40. Ranunculus cardiophyllus Hooker, Fl. Bor.-Amer. 1: 14. 1829.

Renoncule pédatifide

Ranunculus cardiophyllus var. coloradensis L. D. Benson; R. cardiophyllus var. subsagittatus (A. Gray) L. D. Benson; R. pedatifidus J. E. Smith var. cardiophyllus (Hooker) Britton

Stems erect, 11-53 cm, pilose or glabrous, each with 1-5 flowers. Roots cylindric, 1.3-2 mm thick. Basal leaves persistent, blades ovate or elliptic, undivided or innermost 3-5-parted, 2.2-6.9 × 1.8-4.5 cm, base cordate to broadly obtuse, margins crenate with more than 5 crenae, apex rounded to broadly acute. Flowers: pedicels pilose; receptacle canescent; sepals 5-8 × 3-7 mm, abaxially pilose, hairs colorless; petals (0-)5-10, 6-13 × 4-13 mm; nectary scale ciliate or sometimes glabrous. Heads of achenes ovoid or cylindric, 5-16 × 5-9 mm; achenes 1.8-2.2 × 1.5-2 mm, finely canescent; beak subulate, curved or straight, 0.6-1.2 mm. 2 n = 32.

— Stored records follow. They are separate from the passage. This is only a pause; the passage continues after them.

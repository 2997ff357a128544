using GemIndex.Data.Batch;
using GemIndex.Data.Workbook;
using Microsoft.Data.Sqlite;

namespace GemIndex.Data.Tests.Workbook;

public class StoneWorkbookTests
{
    private static StoneSheet Quartz(string reference = "lot 7 / 1") => new()
    {
        Reference = reference, WeightCarats = 2.31, Dimensions = "9.1 x 7.0 x 5.2 mm", Shape = "oval", CuttingStyle = "mixed cut",
        Transparency = "transparent", Notes = "two-phase inclusion near girdle",
        Readings = new StoneReadings
        {
            Id = reference, Colour = "pale yellow", Sg = 2.65,
            Refractometer = new RefractometerReadings { Readings = [new EdgeReadingEntry(0, 1.544, 1.553), new EdgeReadingEntry(90, 1.544, 1.549)] },
        },
    };

    [Fact]
    public void A_created_stone_reads_back_intact_after_reopening_the_file()
    {
        using var dir = new TempDirectory();
        long id;
        using (var wb = StoneWorkbook.Open(dir.File("wb.db"), new SteppingClock(), WorkbookOpening.CreateIfMissing)) id = wb.Create(Quartz()).Id;
        using var again = StoneWorkbook.Open(dir.File("wb.db"), new SteppingClock(), WorkbookOpening.CreateIfMissing);
        StoneSheet s = again.Get(id)!;
        Assert.Equal("lot 7 / 1", s.Reference);
        Assert.Equal(2.31, s.WeightCarats);
        Assert.Equal("mixed cut", s.CuttingStyle);
        Assert.Equal("pale yellow", s.Readings.Colour);
        Assert.Equal(2.65, s.Readings.Sg);
        Assert.Equal(new EdgeReadingEntry(90, 1.544, 1.549), s.Readings.Refractometer!.Readings[1]);
    }

    [Theory]
    [InlineData("Opaque, waxy lustre", "opaque")]
    [InlineData("translucent", "translucent")]
    [InlineData("semi-translucent", null)]   // says nothing the advice can use
    public void A_stone_saved_with_its_transparency_only_described_reads_back_with_the_reading(string described, string? reading)
    {
        using var dir = new TempDirectory();
        using var wb = StoneWorkbook.Open(dir.File("wb.db"), new SteppingClock(), WorkbookOpening.CreateIfMissing);
        StoneSheet saved = wb.Create(Quartz() with { Transparency = described });   // as stones were saved before it was a reading
        using (var db = new SqliteConnection($"Data Source={dir.File("wb.db")};Pooling=False"))
        {
            db.Open();
            using var cmd = db.CreateCommand();
            cmd.CommandText = "SELECT readings FROM stone";
            Assert.DoesNotContain("transparency", (string)cmd.ExecuteScalar()!);   // the stored readings carry none
        }
        StoneSheet read = wb.Get(saved.Id)!;
        Assert.Equal(reading, read.Readings.Transparency);
        Assert.Equal(described, read.Transparency);
    }

    [Fact]
    public void The_default_path_follows_XDG_DATA_HOME_when_it_is_absolute() =>
        Assert.EndsWith(Path.Combine("gemindex", "workbook.db"), WorkbookLocation.Default());

    [Fact]
    public void Saving_records_each_changed_field_with_its_time_before_and_after()
    {
        using var dir = new TempDirectory();
        using var wb = StoneWorkbook.Open(dir.File("wb.db"), new SteppingClock(), WorkbookOpening.CreateIfMissing);
        StoneSheet s = wb.Create(Quartz());
        wb.Save(s, s with { Shape = "cushion", WeightCarats = 2.30 });
        IReadOnlyList<StoneEdit> history = wb.History(s.Id);
        Assert.Equal(["created", "shape", "weight_ct"], history.Select(e => e.Field));
        Assert.Equal(("oval", "cushion"), (history[1].Before, history[1].After));
        Assert.Equal(("2.31", "2.3"), (history[2].Before, history[2].After));
        Assert.True(history[1].At > history[0].At);
        Assert.Equal(history[1].At, wb.Get(s.Id)!.Modified);
    }

    [Fact]
    public void Keystrokes_to_one_field_in_quick_succession_make_one_history_entry()
    {
        using var dir = new TempDirectory();
        using var wb = StoneWorkbook.Open(dir.File("wb.db"), new SteppingClock(), WorkbookOpening.CreateIfMissing);   // one minute per reading: inside the window
        StoneSheet s = wb.Create(Quartz() with { Notes = "" });
        foreach (string typed in new[] { "c", "cl", "cle", "clean" }) s = wb.Save(s, s with { Notes = typed }).Stored;
        wb.Save(s, s with { Shape = "round" });
        IReadOnlyList<StoneEdit> history = wb.History(s.Id);
        Assert.Equal(["created", "notes", "shape"], history.Select(e => e.Field));
        Assert.Equal(("", "clean"), (history[1].Before, history[1].After));
    }

    [Fact]
    public void A_step_edited_and_another_removed_in_quick_succession_are_two_entries_with_their_own_times()
    {
        // Invented peridot-like steps (handbook values from memory). The refractometer's steps are one stored field: a
        // removal within the merge window had been folded into the earlier edit's entry and carried it to its time.
        using var dir = new TempDirectory();
        using var wb = StoneWorkbook.Open(dir.File("wb.db"), new SteppingClock(), WorkbookOpening.CreateIfMissing);
        EdgeReadingEntry[] steps = [new(0, 1.654, 1.690), new(30, 1.656, 1.689), new(60, 1.664, 1.681), new(90, 1.662, 1.684)];
        StoneSheet s = wb.Create(Quartz() with { Readings = Quartz().Readings with { Refractometer = new RefractometerReadings { Readings = steps } } });
        RefractometerReadings With(params EdgeReadingEntry[] e) => new() { Readings = e };
        s = wb.Save(s, s with { Readings = s.Readings with { Refractometer = With(steps[0], steps[1], new(60, 1.665, 1.681), steps[3]) } }).Stored;
        s = wb.Save(s, s with { Readings = s.Readings with { Refractometer = With(steps[0], steps[1], new(60, 1.665, 1.681)) } }).Stored;
        IReadOnlyList<StoneEdit> history = wb.History(s.Id);
        Assert.Equal(["created", "readings.refractometer", "readings.refractometer"], history.Select(e => e.Field));
        Assert.True(history[2].At > history[1].At);
        // Read as a spot instead (an entry), then the spot typed on keystroke by keystroke: one entry for the typing.
        RefractometerReadings Spot(double value) => new() { Method = "spot", Spot = value };
        s = wb.Save(s, s with { Readings = s.Readings with { Refractometer = Spot(1.5) } }).Stored;
        int entries = wb.History(s.Id).Count;
        foreach (double spot in new[] { 1.54, 1.545 }) s = wb.Save(s, s with { Readings = s.Readings with { Refractometer = Spot(spot) } }).Stored;
        Assert.Equal(entries + 1, wb.History(s.Id).Count);
    }

    [Fact]
    public void A_value_typed_over_and_put_back_within_the_window_leaves_no_entry()
    {
        // An SG of 3.85 typed over with 3.95 and put back (Ctrl+Z) had left "SG changed from '3.85' to '3.85'".
        using var dir = new TempDirectory();
        using var wb = StoneWorkbook.Open(dir.File("wb.db"), new SteppingClock(), WorkbookOpening.CreateIfMissing);
        StoneSheet s = wb.Create(Quartz() with { Notes = "garnet" });
        int before = wb.History(s.Id).Count;
        foreach (string typed in new[] { "garnet?", "garnet", "garnet, rhodolite" }) s = wb.Save(s, s with { Notes = typed }).Stored;
        Assert.Equal(before + 1, wb.History(s.Id).Count);
        Assert.Equal(("garnet", "garnet, rhodolite"), (wb.History(s.Id)[^1].Before, wb.History(s.Id)[^1].After));
        s = wb.Save(s, s with { Notes = "garnet" }).Stored;                 // back to where the entry began
        Assert.Equal(before, wb.History(s.Id).Count);
    }

    [Fact]
    public void A_step_removed_and_put_back_in_quick_succession_leaves_two_entries()
    {
        // Invented peridot-like steps (handbook values from memory). The removal and its undo had merged into one entry
        // whose before and after were the same: the history then showed nothing of either.
        using var dir = new TempDirectory();
        using var wb = StoneWorkbook.Open(dir.File("wb.db"), new SteppingClock(), WorkbookOpening.CreateIfMissing);
        EdgeReadingEntry[] steps = [new(0, 1.654, 1.690), new(30, 1.656, 1.689), new(60, 1.664, 1.681)];
        StoneSheet s = wb.Create(Quartz() with { Readings = Quartz().Readings with { Refractometer = new RefractometerReadings { Readings = steps } } });
        s = wb.Save(s, s with { Readings = s.Readings with { Refractometer = new RefractometerReadings { Readings = [steps[0], steps[2]] } } }).Stored;
        s = wb.Save(s, s with { Readings = s.Readings with { Refractometer = new RefractometerReadings { Readings = steps } } }).Stored;
        IReadOnlyList<StoneEdit> history = wb.History(s.Id);
        Assert.Equal(["created", "readings.refractometer", "readings.refractometer"], history.Select(e => e.Field));
        Assert.Equal(history[1].Before, history[2].After);
    }

    [Fact]
    public void Saving_without_changes_adds_no_history()
    {
        using var dir = new TempDirectory();
        using var wb = StoneWorkbook.Open(dir.File("wb.db"), new SteppingClock(), WorkbookOpening.CreateIfMissing);
        StoneSheet s = wb.Create(Quartz());
        wb.Save(s, s);
        Assert.Single(wb.History(s.Id));
    }

    [Fact]
    public void Search_finds_stones_by_reference_colour_or_notes_in_any_case()
    {
        using var dir = new TempDirectory();
        using var wb = StoneWorkbook.Open(dir.File("wb.db"), new SteppingClock(), WorkbookOpening.CreateIfMissing);
        wb.Create(Quartz("lot 7 / 1"));
        wb.Create(Quartz("brooch centre") with { Notes = "chipped culet", Readings = new StoneReadings { Colour = "deep red" } });
        Assert.Equal(2, wb.List().Count);
        Assert.Equal(["brooch centre"], wb.List("RED").Select(s => s.Reference));
        Assert.Equal(["brooch centre"], wb.List("culet").Select(s => s.Reference));
        Assert.Equal(["lot 7 / 1"], wb.List("LOT 7").Select(s => s.Reference));
        Assert.Empty(wb.List("emerald"));
    }

    [Fact]
    public void Duplicate_copies_the_readings_under_a_new_reference_and_delete_removes_only_that_stone()
    {
        using var dir = new TempDirectory();
        using var wb = StoneWorkbook.Open(dir.File("wb.db"), new SteppingClock(), WorkbookOpening.CreateIfMissing);
        StoneSheet s = wb.Create(Quartz());
        StoneSheet copy = wb.Duplicate(s.Id);
        Assert.NotEqual(s.Id, copy.Id);
        Assert.Equal("lot 7 / 1 (copy)", copy.Reference);
        Assert.Equal(s.Readings.Refractometer!.Readings, copy.Readings.Refractometer!.Readings);
        Assert.True(wb.Delete(s.Id));
        Assert.Null(wb.Get(s.Id));
        Assert.Empty(wb.History(s.Id));
        Assert.NotNull(wb.Get(copy.Id));
        Assert.False(wb.Delete(s.Id));
    }

    [Fact]
    public void Settings_are_kept_between_openings()
    {
        using var dir = new TempDirectory();
        using (var wb = StoneWorkbook.Open(dir.File("wb.db"), new SteppingClock(), WorkbookOpening.CreateIfMissing)) wb.SetSetting("calibration_offset", "0.002");
        using var again = StoneWorkbook.Open(dir.File("wb.db"), new SteppingClock(), WorkbookOpening.CreateIfMissing);
        Assert.Equal("0.002", again.Setting("calibration_offset"));
        Assert.Null(again.Setting("light_nm"));
    }

    [Fact]
    public void A_text_file_is_refused_with_a_clear_message_and_left_untouched()
    {
        using var dir = new TempDirectory();
        string path = dir.File("notes.db");
        File.WriteAllText(path, "shopping list: loupe, tweezers, cloth\n");
        byte[] before = File.ReadAllBytes(path);
        var e = Assert.Throws<WorkbookException>(() => StoneWorkbook.Open(path, new SteppingClock(), WorkbookOpening.CreateIfMissing));
        Assert.Contains("notes.db", e.Message);
        Assert.Contains("not a database", e.Message);
        Assert.Equal(before, File.ReadAllBytes(path));
    }

    [Fact]
    public void Another_applications_sqlite_file_is_refused_and_left_untouched()
    {
        using var dir = new TempDirectory();
        string path = dir.File("other.db");
        using (var other = new SqliteConnection($"Data Source={path};Pooling=False"))
        {
            other.Open();
            using var cmd = other.CreateCommand();
            cmd.CommandText = "CREATE TABLE invoice(id INTEGER PRIMARY KEY, total REAL); INSERT INTO invoice(total) VALUES (12.5);";
            cmd.ExecuteNonQuery();
        }
        byte[] before = File.ReadAllBytes(path);
        var e = Assert.Throws<WorkbookException>(() => StoneWorkbook.Open(path, new SteppingClock(), WorkbookOpening.CreateIfMissing));
        Assert.Contains("not a GemIndex workbook", e.Message);
        Assert.Equal(before, File.ReadAllBytes(path));
    }

    [Fact]
    public void A_workbook_from_a_newer_schema_is_refused_and_left_untouched()
    {
        using var dir = new TempDirectory();
        string path = dir.File("newer.db");
        using (StoneWorkbook.Open(path, new SteppingClock(), WorkbookOpening.CreateIfMissing)) { }
        using (var raw = new SqliteConnection($"Data Source={path};Pooling=False"))
        {
            raw.Open();
            using var cmd = raw.CreateCommand();
            cmd.CommandText = $"PRAGMA user_version = {StoneWorkbook.SchemaVersion + 1}";
            cmd.ExecuteNonQuery();
        }
        byte[] before = File.ReadAllBytes(path);
        var e = Assert.Throws<WorkbookException>(() => StoneWorkbook.Open(path, new SteppingClock(), WorkbookOpening.CreateIfMissing));
        Assert.Contains("newer GemIndex", e.Message);
        Assert.Contains($"schema {StoneWorkbook.SchemaVersion + 1}", e.Message);
        Assert.Equal(before, File.ReadAllBytes(path));
    }

    [Fact]
    public void Each_save_is_on_disk_when_the_call_returns()
    {
        using var dir = new TempDirectory();
        string path = dir.File("wb.db");
        using var wb = StoneWorkbook.Open(path, new SteppingClock(), WorkbookOpening.CreateIfMissing);
        StoneSheet s = wb.Create(Quartz());
        wb.Save(s, s with { Notes = "typed just before the terminal closed" });
        // A second, independent connection sees the committed change while the first is still open.
        using var reader = new SqliteConnection($"Data Source={path};Pooling=False;Mode=ReadOnly");
        reader.Open();
        using var cmd = reader.CreateCommand();
        cmd.CommandText = "SELECT notes FROM stone WHERE id = " + s.Id;
        Assert.Equal("typed just before the terminal closed", cmd.ExecuteScalar());
    }
}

Flowering spring-summer (May-Sep). Wet or dry meadows; 600-3400 m; Alta., B.C., Sask.; Ariz., Colo., Mont., N.Mex., N.Dak., S.Dak., Utah, Wash., Wyo.

Ranunculus cardiophyllus is quite variable. Through most of its range, leaves always have rounded marginal crenae and cordate or truncate bases, stems are often densely pilose (but may be sparsely pilose or glabrous), and achene beaks are curved. In plants from Arizona and New Mexico, however, leaves may have obtuse marginal crenae or broadly obtuse bases, stems are never densely pilose, and achene beaks are sometimes straight. Forms showing some or all of these charactersistics are often separated as R . cardiophyllus var. subsagittatus . The characteristics are poorly correlated, however, and taxonomic recognition is not warranted.

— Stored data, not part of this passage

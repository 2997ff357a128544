using GemIndex.Core.Catalogue;
using GemIndex.Core.Identification;
using GemIndex.Data.Batch;

namespace GemIndex.Bench.Accuracy;

/// <summary>
/// The one place where the benchmark meets the program: a batch line (README "Batch format") in, the program's
/// answer out, through the same reading path the batch command uses (today StoneReadingsJson.Parse →
/// StoneReadingsConverter.ToBenchSheet → Identifier.Identify). When the reading path or the result changes, this class
/// is re-pointed and nothing else in the benchmark moves.
/// </summary>
internal sealed class BatchLineAdapter(IReadOnlyList<Material> catalogue)
{
    // One stone on one core, as a batch ranks it (docs/ranking.md §6): the figure of stones per second is one core's.
    private readonly Identifier _identifier = new Identifier(catalogue).WithSeriesOnEveryCore(false);

    /// <summary>The catalogue's species names, for the species-name map's report.</summary>
    public IReadOnlySet<string> SpeciesNames { get; } = catalogue.Select(m => m.Species).ToHashSet(StringComparer.Ordinal);

    /// <summary>Reads a line as the batch command does.</summary>
    /// <exception cref="BatchInputException">The line cannot be read (the message names the field).</exception>
    public BenchSheet Read(string line) => StoneReadingsConverter.ToBenchSheet(StoneReadingsJson.Parse(line));

    /// <summary>Ranks a sheet already read (ranking only: no reasons, no next-test advice).</summary>
    public IdentificationResult Rank(BenchSheet sheet) => _identifier.Identify(sheet, maximumCandidates: 10, explainTop: 0, adviseNextTest: false);

    /// <summary>Reads and ranks one line and reduces the result to what is scored; false with the reader's message when the line is refused.</summary>
    public bool TryIdentify(string line, out EngineAnswer answer, out string error)
    {
        try
        {
            answer = Answer(Rank(Read(line)));
            error = "";
            return true;
        }
        catch (BatchInputException e)
        {
            answer = new EngineAnswer("", 0, [], null, 0, NothingFits: false);
            error = e.Message;
            return false;
        }
    }

    /// <summary>
    /// Species of a result: the species list when the result carries one, else the top candidate's species; the origin
    /// is the largest share within the leading species.
    /// </summary>
    private static EngineAnswer Answer(IdentificationResult r)
    {
        if (r.Species.Count > 0)
        {
            var first = r.Species[0];
            var origin = first.Origins.Count > 0 ? first.Origins.MaxBy(o => o.Value) : default;
            return new EngineAnswer(first.Species, first.Confidence, [.. r.Species.Take(3).Select(s => s.Species)],
                first.Origins.Count > 0 ? origin.Key.ToString().ToLowerInvariant() : null,
                first.Confidence > 0 ? origin.Value / first.Confidence : 0, r.NoGoodMatch);
        }
        var top = r.Candidates[0];
        var species = r.Candidates.Select(c => c.Material.Species).Distinct().Take(3).ToList();
        return new EngineAnswer(top.Material.Species, top.Confidence, species, top.Material.Origin.ToString().ToLowerInvariant(), 1, r.NoGoodMatch);
    }
}
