using GemIndex.Cli.TextUi.Bench;
using GemIndex.Cli.TextUi.Main;
using GemIndex.Cli.TextUi.Results;
using GemIndex.Core.Catalogue;
using GemIndex.Core.Identification;
using GemIndex.Core.Optics;
using GemIndex.Core.Optics.Indicatrix;
using GemIndex.Core.Readings;

namespace GemIndex.Tests.TextUi.Results;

Most specimens of Ranunculus cardiophyllus have all of the basal leaves unlobed, but plants with the innermost basal leaf 3-5-lobed are common. A few specimens, mostly from the northern part of its range, have all of the basal leaves 5-parted or -divided. Those plants approach R . pedatifidus in their morphology, and R . cardiophyllus has sometimes been considered a variety of that species.